■ WHAT NEEDS TO BE DONE
Filter these entries so that only lines with the word "export" remain.

##############################

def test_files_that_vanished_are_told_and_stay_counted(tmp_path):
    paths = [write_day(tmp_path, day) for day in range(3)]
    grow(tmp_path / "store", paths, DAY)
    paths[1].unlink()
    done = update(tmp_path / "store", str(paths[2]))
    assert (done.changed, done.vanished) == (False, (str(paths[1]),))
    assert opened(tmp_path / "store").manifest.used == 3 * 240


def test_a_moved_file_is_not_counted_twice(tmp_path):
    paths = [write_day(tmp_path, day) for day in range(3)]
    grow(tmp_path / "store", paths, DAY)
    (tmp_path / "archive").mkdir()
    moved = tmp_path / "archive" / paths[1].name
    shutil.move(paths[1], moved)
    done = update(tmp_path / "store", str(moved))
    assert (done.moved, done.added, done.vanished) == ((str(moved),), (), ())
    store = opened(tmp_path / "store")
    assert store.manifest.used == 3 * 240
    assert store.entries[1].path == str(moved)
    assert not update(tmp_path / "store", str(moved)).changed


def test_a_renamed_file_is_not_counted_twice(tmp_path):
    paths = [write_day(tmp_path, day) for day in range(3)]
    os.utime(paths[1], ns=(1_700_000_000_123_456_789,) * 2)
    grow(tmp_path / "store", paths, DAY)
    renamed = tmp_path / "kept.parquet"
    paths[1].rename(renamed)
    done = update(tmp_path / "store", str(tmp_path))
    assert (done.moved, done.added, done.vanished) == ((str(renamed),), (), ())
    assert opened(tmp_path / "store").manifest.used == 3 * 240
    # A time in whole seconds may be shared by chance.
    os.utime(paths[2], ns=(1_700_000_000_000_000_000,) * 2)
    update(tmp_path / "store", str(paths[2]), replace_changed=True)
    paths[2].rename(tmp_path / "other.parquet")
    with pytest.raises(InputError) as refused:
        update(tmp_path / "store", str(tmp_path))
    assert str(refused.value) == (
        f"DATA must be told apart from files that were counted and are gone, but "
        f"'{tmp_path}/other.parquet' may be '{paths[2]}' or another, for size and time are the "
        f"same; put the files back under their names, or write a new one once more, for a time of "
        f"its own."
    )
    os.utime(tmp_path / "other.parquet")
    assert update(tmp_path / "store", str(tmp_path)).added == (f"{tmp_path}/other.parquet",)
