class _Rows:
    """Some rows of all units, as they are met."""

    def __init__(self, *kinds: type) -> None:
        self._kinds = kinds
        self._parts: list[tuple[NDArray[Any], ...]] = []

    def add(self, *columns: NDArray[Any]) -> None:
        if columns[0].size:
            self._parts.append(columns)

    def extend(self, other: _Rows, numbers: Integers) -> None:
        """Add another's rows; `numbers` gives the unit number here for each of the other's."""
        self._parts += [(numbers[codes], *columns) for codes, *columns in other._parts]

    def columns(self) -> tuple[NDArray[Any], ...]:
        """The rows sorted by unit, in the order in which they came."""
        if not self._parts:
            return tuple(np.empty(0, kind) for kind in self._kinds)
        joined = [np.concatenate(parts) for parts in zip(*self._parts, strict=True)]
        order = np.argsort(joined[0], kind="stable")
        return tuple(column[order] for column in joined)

##############################

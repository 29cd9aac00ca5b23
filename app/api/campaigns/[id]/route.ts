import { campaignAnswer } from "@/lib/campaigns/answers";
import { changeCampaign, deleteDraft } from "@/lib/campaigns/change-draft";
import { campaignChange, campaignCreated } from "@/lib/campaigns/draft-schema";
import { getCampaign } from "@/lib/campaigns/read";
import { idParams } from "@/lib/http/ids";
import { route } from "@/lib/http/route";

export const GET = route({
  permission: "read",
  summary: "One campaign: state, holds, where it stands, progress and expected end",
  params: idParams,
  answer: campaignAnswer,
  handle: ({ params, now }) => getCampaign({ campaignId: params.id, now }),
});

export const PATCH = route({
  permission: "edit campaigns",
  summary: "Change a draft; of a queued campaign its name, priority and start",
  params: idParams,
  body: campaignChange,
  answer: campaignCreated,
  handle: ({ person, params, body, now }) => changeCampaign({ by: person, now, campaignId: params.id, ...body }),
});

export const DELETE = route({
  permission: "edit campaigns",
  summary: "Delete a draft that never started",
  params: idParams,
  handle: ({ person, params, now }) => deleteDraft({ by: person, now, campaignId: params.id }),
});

##############################

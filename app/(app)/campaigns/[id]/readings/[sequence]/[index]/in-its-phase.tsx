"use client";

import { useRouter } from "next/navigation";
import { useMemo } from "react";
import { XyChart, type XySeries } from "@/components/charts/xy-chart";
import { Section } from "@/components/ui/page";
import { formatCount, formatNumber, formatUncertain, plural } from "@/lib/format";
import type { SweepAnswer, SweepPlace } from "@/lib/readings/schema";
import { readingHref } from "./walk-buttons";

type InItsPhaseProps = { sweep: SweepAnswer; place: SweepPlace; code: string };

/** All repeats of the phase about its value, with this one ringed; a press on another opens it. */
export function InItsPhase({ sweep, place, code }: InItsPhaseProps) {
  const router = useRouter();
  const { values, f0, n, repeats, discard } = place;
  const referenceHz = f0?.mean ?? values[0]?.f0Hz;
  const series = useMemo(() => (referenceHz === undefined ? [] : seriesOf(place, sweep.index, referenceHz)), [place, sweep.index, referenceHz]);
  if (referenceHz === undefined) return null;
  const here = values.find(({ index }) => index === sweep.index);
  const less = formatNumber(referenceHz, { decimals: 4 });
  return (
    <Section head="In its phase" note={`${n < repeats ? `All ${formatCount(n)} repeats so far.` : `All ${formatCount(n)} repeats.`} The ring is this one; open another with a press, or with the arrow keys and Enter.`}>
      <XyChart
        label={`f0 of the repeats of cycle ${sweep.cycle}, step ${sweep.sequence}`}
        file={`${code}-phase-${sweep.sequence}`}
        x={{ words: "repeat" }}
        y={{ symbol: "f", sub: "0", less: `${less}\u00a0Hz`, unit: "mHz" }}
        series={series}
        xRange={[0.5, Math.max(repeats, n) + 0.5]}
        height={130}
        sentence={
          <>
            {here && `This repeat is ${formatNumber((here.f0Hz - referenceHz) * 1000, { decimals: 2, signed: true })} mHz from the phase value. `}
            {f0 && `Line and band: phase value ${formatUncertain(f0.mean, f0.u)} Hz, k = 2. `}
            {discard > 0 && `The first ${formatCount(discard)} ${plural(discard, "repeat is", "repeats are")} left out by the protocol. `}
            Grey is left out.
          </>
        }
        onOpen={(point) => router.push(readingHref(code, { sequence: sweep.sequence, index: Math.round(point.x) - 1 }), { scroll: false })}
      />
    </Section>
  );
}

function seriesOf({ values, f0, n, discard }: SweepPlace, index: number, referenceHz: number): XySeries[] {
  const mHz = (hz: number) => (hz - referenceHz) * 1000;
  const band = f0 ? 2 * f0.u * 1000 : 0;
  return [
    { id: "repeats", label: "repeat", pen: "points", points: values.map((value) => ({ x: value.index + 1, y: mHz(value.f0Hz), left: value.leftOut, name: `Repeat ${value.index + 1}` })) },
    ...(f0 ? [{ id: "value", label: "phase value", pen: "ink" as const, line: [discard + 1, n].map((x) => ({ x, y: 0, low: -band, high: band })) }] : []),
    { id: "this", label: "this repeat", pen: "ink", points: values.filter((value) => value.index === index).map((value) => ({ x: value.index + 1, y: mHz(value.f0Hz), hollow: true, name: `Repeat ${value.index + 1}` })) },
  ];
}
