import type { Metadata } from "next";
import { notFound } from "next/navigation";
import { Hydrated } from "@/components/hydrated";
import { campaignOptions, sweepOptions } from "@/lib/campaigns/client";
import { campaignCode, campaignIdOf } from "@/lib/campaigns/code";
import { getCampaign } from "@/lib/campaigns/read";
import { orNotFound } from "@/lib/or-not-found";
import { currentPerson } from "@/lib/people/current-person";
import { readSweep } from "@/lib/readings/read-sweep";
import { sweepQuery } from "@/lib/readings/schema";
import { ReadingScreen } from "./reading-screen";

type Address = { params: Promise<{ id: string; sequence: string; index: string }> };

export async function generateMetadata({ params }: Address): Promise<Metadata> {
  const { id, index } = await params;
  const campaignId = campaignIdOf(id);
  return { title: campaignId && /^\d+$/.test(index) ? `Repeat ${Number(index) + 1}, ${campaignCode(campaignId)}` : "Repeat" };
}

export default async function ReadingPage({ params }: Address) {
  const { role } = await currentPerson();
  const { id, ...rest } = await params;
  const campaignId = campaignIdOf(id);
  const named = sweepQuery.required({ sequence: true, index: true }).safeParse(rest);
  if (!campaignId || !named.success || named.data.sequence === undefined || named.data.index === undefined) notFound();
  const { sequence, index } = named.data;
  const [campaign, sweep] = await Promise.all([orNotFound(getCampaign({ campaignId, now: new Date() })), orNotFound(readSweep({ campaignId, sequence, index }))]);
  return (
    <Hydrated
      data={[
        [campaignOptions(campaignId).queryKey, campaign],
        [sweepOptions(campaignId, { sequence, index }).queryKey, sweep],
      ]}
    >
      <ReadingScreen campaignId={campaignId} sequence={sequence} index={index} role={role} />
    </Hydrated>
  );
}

##############################

■ EXERCISE OUTPUT
export const GET = route({
export const PATCH = route({
export const DELETE = route({
export function InItsPhase({ sweep, place, code }: InItsPhaseProps) {
export async function generateMetadata({ params }: Address): Promise<Metadata> {
export default async function ReadingPage({ params }: Address) {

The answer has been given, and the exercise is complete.